Intervention de Matthieu Schuler

Réunion du mercredi 6 septembre 2023 à 10h10
Commission d'enquête sur les causes de l'incapacité de la france à atteindre les objectifs des plans successifs de maîtrise des impacts des produits phytosanitaires sur la santé humaine et environnementale et notamment sur les conditions de l'exercice des missions des autorités publiques en charge de la sécurité sanitaire

Matthieu Schuler, directeur général délégué du pôle Sciences pour l'Expertise à l'Agence Nationale Sécurité Sanitaire Alimentaire Nationale (ANSES) :

La comparaison avec le passé est très difficile : en 1998, lorsque la directive sur l'eau a instauré la fameuse limite de qualité de 0,1 microgramme par litre, c'était presque le seuil de ce que l'on savait mesurer. C'est pour cette raison que M. Rosin appelait à la prudence : la fréquence de détection d'une molécule est directement liée à la performance technique.
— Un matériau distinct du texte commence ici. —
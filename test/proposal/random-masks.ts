import type { PlaceZerosRequest, RejectionPiece } from '../../src/proposal/index.js';

/**
 * A random placement problem: order 2 to 15, up to order - 2 zeros, one to eight pieces on either or both sides, from 1.02 of
 * the band outward, levels from 5 to 90 dB; one piece in six is sloped, one in three open.
 */
export function randomRequest(random: () => number): PlaceZerosRequest {
  const order = 2 + Math.floor(14 * random());
  const zeroCount = Math.floor((order - 1) * random());
  const pieces = 1 + Math.floor(8 * random());
  const oneSided = random() < 0.25;
  const rejection = Array.from({ length: pieces }, () => randomPiece(random, oneSided || random() < 0.5));
  return { order, zeroCount, returnLossDb: 10 + 20 * random(), rejection };
}

function randomPiece(random: () => number, above: boolean): RejectionPiece {
  const near = 1.02 + 2 * random() ** 2;
  const far = near + 0.05 + 3 * random();
  const level = 5 + 85 * random();
  const kind = random();
  if (kind < 1 / 3) return above ? { fromOmega: near, rejectionDb: level } : { toOmega: -near, rejectionDb: level };
  const span = above ? { fromOmega: near, toOmega: far } : { fromOmega: -far, toOmega: -near };
  if (kind > 5 / 6) return { ...span, rejectionDb: [level, level * (0.5 + random())] };
  return { ...span, rejectionDb: level };
}
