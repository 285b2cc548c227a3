import { checkDesign } from '../check-design.js';
import type { DesignReport } from '../design-report.js';
import type { Picture } from '../svg/drawing.js';
import { bandPictureOf } from './curves/band-picture.js';
import { type CurveData, curveData } from './curves/curve-data.js';
import { groupDelayPictureOf } from './curves/group-delay-picture.js';
import { responsePictureOf } from './curves/response-picture.js';
import { matrixPicture } from './network/matrix/matrix-picture.js';
import { polesAndZerosPicture } from './network/poles-zeros/poles-zeros-picture.js';
import { resonatorPicture } from './network/resonators/resonator-picture.js';
import { routingPicture } from './network/routing/routing-picture.js';

/** The pictures of a design in the order of its document, from curves that are there already. */
export function designPicturesOf(design: DesignReport, data: CurveData): readonly Picture[] {
  const { matrix, polynomials, specification } = design;
  const { band } = specification;
  return [
    responsePictureOf(design, data),
    bandPictureOf(design, data),
    groupDelayPictureOf(design, data),
    routingPicture(matrix, band),
    polesAndZerosPicture(polynomials),
    matrixPicture(matrix),
    resonatorPicture(matrix, band),
  ];
}

/**
 * All pictures of a design, in the order of its document: response, band, group delay, routing, poles and zeros, matrix,
 * resonators.
 *
 * @param design what `design` returned
 * @returns pictures with the names of their files; `pictureSvg` makes the files
 *
 * @example
 * const pictures = designPictures(design({ passband: { centerHz: '1 GHz', bandwidthHz: '20 MHz' }, order: 4, returnLossDb: 20 }));
 * pictures[0]?.name; // 'response'
 */
export function designPictures(design: DesignReport): readonly Picture[] {
  return designPicturesOf(checkDesign(design), curveData(design));
}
La clef, c'est de s'intéresser à l'évolution longitudinale. C'est ce qui s'est passé pour le S-métolachlore, qui peut rester assez longtemps dans l'environnement et rejoindre les nappes souterraines ; le suivi longitudinal nous a permis de vérifier si les milieux pouvaient absorber cette charge, et s'il y avait un risque, et nous avons estimé que l'utilisation de ce produit entravait la résilience du milieu. Cet exemple illustre aussi le fonctionnement de la pharmacovigilance : l'évaluation ex ante a été faite, l'hypothèse d'un danger était présente, et l'autorisation européenne du S-métolachlore avertissait même qu'une grande vigilance serait nécessaire. L'interdiction ne découle pas d'une absence de préoccupation dans l'autorisation. C'est la pharmacovigilance qui a ensuite mené l'Anses à prendre la décision que vous connaissez.

Notre démarche est-elle complètement empirique ? Il y a une part de capacité technique, bien sûr, mais nous ne lançons pas nos filets complètement au hasard. Dès lors que des contaminants spécifiques posent des problèmes sanitaires, des contrôles sanitaires interviennent : cela a été le cas pour le plomb, lorsqu'il était difficile de suivre l'évolution de l'amélioration du dispositif de distribution, ou pour le chlorure de vinyle monomère, produit cancérogène qui pouvait être relâché par certaines tuyauteries. Nous essayons d'être pragmatiques : nous ne surveillerons pas les mêmes pesticides dans une région où l'élevage prédomine que dans une région où l'on cultive principalement du maïs.

Vous nous demandez s'il est possible de déterminer l'origine des pesticides que nous retrouvons. En règle générale, le spectromètre de masse ne sait pas faire parler la molécule. Prenons l'exemple de l'Ampa (acide aminométhylphosphonique), qui est un métabolite du glyphosate, mais aussi un produit de transformation de certaines substances détergentes ou biocides : nous ne saurons pas dire si l'Ampa retrouvé dans une masse d'eau provient d'un pesticide, d'un biocide ou d'un détergent. Dans certains cas peu fréquents, il existe des signatures ; pour les hydrocarbures aromatiques polycycliques (HAP), la proportion des différents HAP dans la famille permet d'orienter vers une usine d'incinération ou vers la combustion d'un moteur de véhicule, par exemple. Mais rien ne permet de remonter à la source d'une substance isolée. Seule l'enquête sur l'utilisation d'un produit dans un territoire peut nous renseigner. Les agriculteurs ont l'obligation de consigner dans un carnet les traitements qu'ils font, mais nous n'avons pas accès à ces données de manière automatisée, ce qui rend le récolement et donc la mise en perspective compliqués.